Christian Beneficence contrasted with Covetousness, illustrating the means by which the world may be regenerated.
Celestial Scenery; or the Wonders of the Planetary System displayed, illustrating the perfections of Deity and a plurality of worlds. London, 1837.
The Sidereal Heavens, and other subjects connected with Astronomy, as illustrative of the character of the Deity and of an infinity of worlds. London, 1840, 12mo. 4th edition, London, 1840, 12mo.
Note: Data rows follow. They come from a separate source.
def test_imprint_after_the_proceedings_title_sentence():
    text = ("Quöllmann K (2019) Plumes. In: Featherstone A (eds) 10th Quill Meeting (QM 2019). "
            "Quill House – Centre for Inks, Dagstuhl, Germany, pp 19:1–19:9")
    ref = _run(text, [("Quöllmann K", "authors"), ("2019", "date"), ("Plumes", "title"),
                      ("Featherstone A", "editors"),
                      ("10th Quill Meeting (QM 2019). Quill House – Centre for Inks, Dagstuhl, Germany",
                       "container_title"), ("19:1–19:9", "pages")])
    assert ref.container_title == "10th Quill Meeting (QM 2019)"
    assert ref.publisher.rstrip(".") == "Quill House – Centre for Inks"
    assert ref.place == "Dagstuhl, Germany"


def test_place_then_publisher_as_a_second_container():
    text = ("K. Quöllmann, “Plumes”, in 10th Quill Meeting (QM 2019), vol. 141 of Quill Series. "
            "Dagstuhl, Germany: Quill House, 2019.")
    ref = _run(text, [("K. Quöllmann", "authors"), ("Plumes", "title"), ("10th Quill Meeting (QM 2019", "container_title"),
                      ("141", "series_number"), ("Quill Series", "series"),
                      ("Dagstuhl, Germany: Quill House", "container_title"), ("2019", "date")])
    assert ref.container_title == "10th Quill Meeting (QM 2019)"
    assert ref.publisher == "Quill House"


def test_city_and_country_alone_are_the_place():
    text = ("A. Featherstone. Plumes. In 10th Quill Meeting, volume 14 of Quill Series, pages 1–9, "
            "Dagstuhl, Germany, 2019. Quill House.")
    ref = _run(text, [("A. Featherstone", "authors"), ("Plumes", "title"), ("10th Quill Meeting", "container_title"),
                      ("14", "series_number"), ("Quill Series", "series"), ("1–9", "pages"),
                      ("Dagstuhl, Germany", "container_title"), ("2019", "date")])
    assert ref.container_title == "10th Quill Meeting"
    assert ref.publisher != "Dagstuhl"


def test_publisher_sentence_after_the_year():
    text = ("A. Featherstone. Plumes. In 10th Quill Meeting, pages 9:1–9:19, Ghent, 2022. "
            "Quill House – Centre for Inks.")
    ref = _run(text, [("A. Featherstone", "authors"), ("Plumes", "title"), ("10th Quill Meeting", "container_title"),
                      ("9:1–9:19", "pages"), ("Ghent", "place"), ("2022", "date")])
    assert ref.publisher.rstrip(".") == "Quill House – Centre for Inks"


def test_publisher_after_the_pages_as_a_second_container():
    text = ("A. Featherstone. Plumes. In B. Quill, editors, 10th Quill Meeting, volume 141 of QS, "
            "pages 12:1–12:17. Quill House - Centre for Inks, 2019.")
    ref = _run(text, [("A. Featherstone", "authors"), ("Plumes", "title"), ("B. Quill", "editors"),
                      ("10th Quill Meeting", "container_title"), ("141", "series_number"), ("QS", "series"),
                      ("12:1–12:17", "pages"), ("Quill House - Centre for Inks", "container_title"), ("2019", "date")])
    assert ref.container_title == "10th Quill Meeting"
    assert ref.publisher == "Quill House - Centre for Inks"


# --- journal clusters, subtitles, publisher names ----------------------------------------------

def test_bracketed_journal_series_before_the_volume():
    text = "K. Quöllmann. Plumes in real spaces. Ann. Quill Math. (2), 96:98–173, 1972."
    ref = _run(text, [("K. Quöllmann", "authors"), ("Plumes in real spaces", "title"),
                      ("Ann. Quill Math.", "container_title"), ("2", "issue"), ("96", "volume"),
                      ("98–173", "pages"), ("1972", "date")])
    assert ref.container_title == "Ann. Quill Math. (2)"
    assert ref.issue is None and ref.volume == "96"


def test_bracketed_roman_issue_after_the_volume():
    text = "A. Featherstone. Plumes du cercle. Contemporary Mathematics, 58(III):81–106, 1987."
    ref = _run(text, [("A. Featherstone", "authors"), ("Plumes du cercle", "title"),
                      ("Contemporary Mathematics", "container_title"), ("58", "volume"), ("81–106", "pages"),
                      ("1987", "date")])
    assert ref.issue == "III"


def test_year_in_brackets_after_the_volume_is_no_issue():
    text = "A. Featherstone. Plumes. Quill J., 301 (2005), 1–20."
    ref = _run(text, [("A. Featherstone", "authors"), ("Plumes", "title"), ("Quill J.", "container_title"),
                      ("301", "volume"), ("2005", "date"), ("1–20", "pages")])
    assert ref.issue is None and ref.year == 2005


def test_article_number_read_as_an_issue():
    text = "K. Quöllmann. Self-dual plumes. Proc. Quill Soc., 144:1, 10 2015."
    ref = _run(text, [("K. Quöllmann", "authors"), ("Self-dual plumes", "title"),
                      ("Proc. Quill Soc.", "container_title"), ("144", "volume"), ("1", "issue"),
                      ("10 2015", "date")])
    assert ref.pages is not None and ref.pages.first == "1"
    assert ref.issue is None


def test_unlabeled_subtitle_after_the_colon():
    text = "A. Featherstone. Letters of two quills: Briefwechsel 1729–1764. Quill House, 2022."
    ref = _run(text, [("A. Featherstone", "authors"), ("Letters of two quills", "title"), ("1729–1764", "pages"),
                      ("Quill House", "publisher"), ("2022", "date")])
    assert ref.title == "Letters of two quills: Briefwechsel 1729–1764"
    assert ref.pages is None


def test_unlabeled_head_of_the_publisher_name():
    text = "K. Quöllmann. Plumes. Walter de Gruyter GmbH, 2022."
    ref = _run(text, [("K. Quöllmann", "authors"), ("Plumes", "title"), ("Gruyter GmbH", "publisher"),
                      ("2022", "date")])
    assert ref.publisher == "Walter de Gruyter GmbH"


def test_bracketed_volume_read_into_the_title():
    text = "Featherstone, A. (2005). Inky algebras of affine type (Vol. 96). Cambridge University Press."
    ref = _run(text, [("Featherstone, A.", "authors"), ("2005", "date"), ("Inky algebras of affine type (Vol", "title"),
                      ("96", "series_number"), ("Cambridge University Press", "publisher")])
    assert ref.title == "Inky algebras of affine type"


def test_typed_bracketed_edition_stays_in_the_title():
    text = "A. Featherstone. Ideals and inks (2. ed.). Springer, 1997."
    ref = _run(text, [("A. Featherstone", "authors"), ("Ideals and inks (2. ed.)", "title"), ("Springer", "publisher"),
                      ("1997", "date")])
    assert ref.title.startswith("Ideals and inks (2. ed")


def test_numeric_edition_sentence_after_the_title():
    text = "Quöllmann, K. (2008) Inkwells. 1st ed. New York: Springer."
    ref = _run(text, [("Quöllmann, K.", "authors"), ("2008", "date"), ("Inkwells. 1st ed", "title"),
                      ("New York", "place"), ("Springer", "publisher")])
    assert ref.title == "Inkwells"
    assert ref.edition == "1st"


def test_series_head_after_a_comma():
    text = "A. Featherstone, Analysis in inkwells, A Series of Modern Surveys in Quills, Springer, 2016."
    ref = _run(text, [("A. Featherstone", "authors"), ("Analysis in inkwells, A Series", "title"),
                      ("Modern Surveys in Quills", "series"), ("Springer", "publisher"), ("2016", "date")])
    assert ref.title == "Analysis in inkwells"


def test_numbered_series_printed_like_a_journal_without_pages():
    text = "A. Featherstone and K. Quöllmann, Topology of ink groups I and II, Translations of Quill Monographs 91 (1991)."
    ref = _run(text, [("A. Featherstone and K. Quöllmann", "authors"), ("Topology of ink groups I and II", "title"),
                      ("Translations of Quill Monographs", "container_title"), ("91", "volume"), ("1991", "date")])
    assert ref.container_title is None
    assert ref.series == "Translations of Quill Monographs"
    assert ref.series_number == "91" and ref.volume is None


def test_journal_with_pages_is_not_a_series():
    text = "A. Featherstone, Inky notes, Lecture Notes in Quills 12 (1991), 1–20."
    ref = _run(text, [("A. Featherstone", "authors"), ("Inky notes", "title"),
                      ("Lecture Notes in Quills", "container_title"), ("12", "volume"), ("1991", "date"),
                      ("1–20", "pages")])
    assert ref.container_title == "Lecture Notes in Quills"
    assert ref.volume == "12"
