def enrich(query: Reference, record: Reference, score: float = 1.0) -> tuple[Reference, tuple[str, ...]]:
    """The curated record wins field by field; the line fills what the record lacks.

    Identifiers are the union (the record's first); the raw line and origin
    stay the line's, so a batch report can still point at it, and the
    record-level confidence becomes the match ``score``.
    """
    changes: dict = {}
    supplied: list[str] = []
    for name in _COPY:
        mine, theirs = getattr(query, name), getattr(record, name)
        if theirs in (None, (), "") or theirs == mine:
            continue
        if name == "kind" and mine != type(mine).OTHER and theirs == type(theirs).OTHER:
            continue
        changes[name] = theirs
        supplied.append(name)
    ids = list(record.identifiers)
    have = {(i.scheme, i.value.lower()) for i in ids}
    for ident in query.identifiers:
        if (ident.scheme, ident.value.lower()) not in have:
            ids.append(ident)
    if tuple(ids) != query.identifiers:
        changes["identifiers"] = tuple(ids)
        supplied.append("identifiers")
    extra = dict(query.extra)
    for k, v in record.extra:
        extra.setdefault(k, v)
    if tuple(extra.items()) != query.extra:
        changes["extra"] = tuple(extra.items())
    if changes and query.provenance is not None and record.provenance is None:
        # the fields now come from the curated record: the parser's per-field
        # confidences no longer describe them; keep the raw line and its origin
        p = query.provenance
        changes["provenance"] = Provenance(raw=p.raw, fields=(), confidence=score, origin=p.origin)
    return (query.replace(**changes) if changes else query), tuple(supplied)


# -- the matcher -------------------------------------------------------------

@dataclass
class AuthorityMatcher:
    """An index over a curated library; :meth:`match` one reference at a time."""

    records: Sequence[Reference]
    threshold: float = DEFAULT_THRESHOLD
    _feat: list[_Features] = field(init=False, repr=False)
    _by_word: dict[str, list[int]] = field(init=False, repr=False)
    _by_family: dict[str, list[int]] = field(init=False, repr=False)

    def __post_init__(self) -> None:
        self.records = list(self.records)
        self._feat = [features(r) for r in self.records]
        self._by_word = defaultdict(list)
        self._by_family = defaultdict(list)
        self._by_family_year = defaultdict(list)
        for i, f in enumerate(self._feat):
            for w in f.title_words:
                self._by_word[w].append(i)
            if f.surname:
                self._by_family[f.surname].append(i)
                if f.year is not None:
                    self._by_family_year[(f.surname, f.year)].append(i)
        # A word or surname in more than this many records ("theory", "Smith")
        # does not block on its own: its postings would cost more than they tell.
        self._common = max(50, len(self.records) // 500)
        self._sets: dict[tuple[str, str], frozenset[int]] = {}

    @classmethod
    def from_file(cls, path: str | Path, threshold: float = DEFAULT_THRESHOLD) -> "AuthorityMatcher":
        from normform.venues.library import read_library

        return cls(read_library(path), threshold=threshold)

    def __len__(self) -> int:
        return len(self.records)

    def _posting_set(self, what: tuple[str, str]) -> frozenset[int]:
        cached = self._sets.get(what)
        if cached is None:
            kind, name = what
            cached = frozenset((self._by_word if kind == "w" else self._by_family).get(name, ()))
            self._sets[what] = cached
        return cached

    def candidates(self, q: _Features) -> list[int]:
        """Record indexes that pass blocking, best pre-ranked first."""
        votes: dict[int, float] = defaultdict(float)
        usable = sorted((len(self._by_word.get(w, ())), w) for w in q.title_words)
        used = 0
        common: list[str] = []
        for df, w in usable:
            if df == 0:
                continue
            if df > self._common:
                common.append(w)
                continue
            for i in self._by_word[w]:
                votes[i] += 1.0
            used += 1
            if used == _MAX_BLOCK_WORDS:
                break
        if used < 2 and common:
            # Few rare words: two common words (or a common word and the
            # surname) together are rare enough.
            sets = [self._posting_set(("w", w)) for w in common[:3]]
            if q.surname:
                sets.append(self._posting_set(("f", q.surname)))
            for x in range(len(sets)):
                for y in range(x + 1, len(sets)):
                    both = sets[x] & sets[y]
                    if len(both) <= 4 * self._common:
                        for i in both:
                            votes[i] += 2.0
        if q.surname:
            surname = q.surname
            posting = self._by_family.get(surname, ())
            if len(posting) <= self._common:
                for i in posting:
                    votes[i] += 1.5 + (1.0 if q.year is not None and self._feat[i].year == q.year else 0.0)
            elif q.year is not None:
                for i in self._by_family_year.get((surname, q.year), ()):
                    votes[i] += 2.5
        if not votes:
            return []
        if q.surname and len(votes) > _MAX_CANDIDATES:
            # break ties among title-word candidates by surname and year
            surname = q.surname
            feat = self._feat
            for i in votes:
                f = feat[i]
                if f.surname == surname:
                    votes[i] += 1.5
                if q.year is not None and f.year == q.year:
                    votes[i] += 0.5
        return [i for i, _ in heapq.nlargest(_MAX_CANDIDATES, votes.items(), key=lambda kv: kv[1])]

    def match(self, ref: Reference) -> MatchResult:
        q = features(ref)
        cands = self.candidates(q)
        best, best_score, best_parts = None, 0.0, ()
        for i in cands:
            s, parts = score_pair(q, self._feat[i], best_score)
            if s > best_score:
                best, best_score, best_parts = i, s, parts
        if best is None:
            return MatchResult(ref, None, 0.0, False, ref, candidates=len(cands))
        record = self.records[best]
        matched = best_score >= self.threshold
        if not matched:
            return MatchResult(ref, record, best_score, False, ref, field_scores=best_parts,
                               candidates=len(cands))
        enriched, supplied = enrich(ref, record, best_score)
        return MatchResult(ref, record, best_score, True, enriched, _conflicts(ref, record),
                           best_parts, supplied, len(cands))

    def match_all(self, refs: Iterable[Reference]) -> Iterable[MatchResult]:
        for ref in refs:
            yield self.match(ref)


# -- module-level conveniences (the batch step calls these) -----------------

def load_library(path: str | Path, threshold: float = DEFAULT_THRESHOLD) -> AuthorityMatcher:
    """An :class:`AuthorityMatcher` over a BibTeX or CSL-JSON library file."""
    return AuthorityMatcher.from_file(path, threshold=threshold)


def match(ref: Reference, matcher: AuthorityMatcher) -> MatchResult:
    """``matcher.match(ref)``, as a function."""
    return matcher.match(ref)


__all__ = ["AuthorityMatcher", "MatchResult", "Conflict", "load_library", "match", "enrich",
           "DEFAULT_THRESHOLD", "WEIGHTS"]
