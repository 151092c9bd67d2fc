"""Labeled tokens -> a validated :class:`Reference` with provenance.

Runs of equal labels become fields; the sub-language grammars split pages,
volume/issue clusters and dates; names go through the name-list splitter.
The validation pass then repairs what a labeler typically gets wrong (a
"volume" of 1996, an author list that swallowed the title, a reversed page
range) and lowers the confidence of what it cannot repair.

Before the runs are built, ``_repairs`` moves tokens between labels for
classes of input the labeler splits wrongly (series phrases, bare edition
ordinals, title/journal boundaries, author lists that ate the title,
proceedings titles cut at a comma, volume/issue clusters, ...).  Each
``_repair_*`` function's docstring names its class of input; each has an
invented-line test in ``tests/test_refs_repairs.py``.
"""

from __future__ import annotations

import re
import unicodedata
from functools import lru_cache
from itertools import compress, groupby, repeat
from operator import eq, itemgetter

from normform.model import (Date, FieldInfo, Identifier, Kind, Pages, Provenance, Reference,
                            Span)
from normform.refs import lexicon as lx
from normform.refs.confidence import record_confidence
from normform.refs import repairs as rp
from normform.refs.labeler import ID_LABEL_SET
from normform.refs.namelist import split_names
from normform.refs.subgrammars import parse_date, parse_pages, parse_volume
from normform.refs.tokens import Token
The Practical Astronomer, comprising illustrations of Light and Colours – a practical description of all kinds of Telescopes – the use of the Equatorial, Transit, Circular, and other Astronomical Instruments – a particular account of the Earl of Rossie’s large Telescopes – and other topics connected with Astronomy. 100 cuts, 570 pages. London, 1845, 12mo.
The Solar System, adapted to beginners.
The Atmosphere, and Atmospherical Phenomena, with cuts, 192 pages.
Besides a variety of communications in literary, philosophical, and theological journals, which would occupy two moderate-sized volumes; and two or three lectures, published separately. Most of his works have gone through several editions.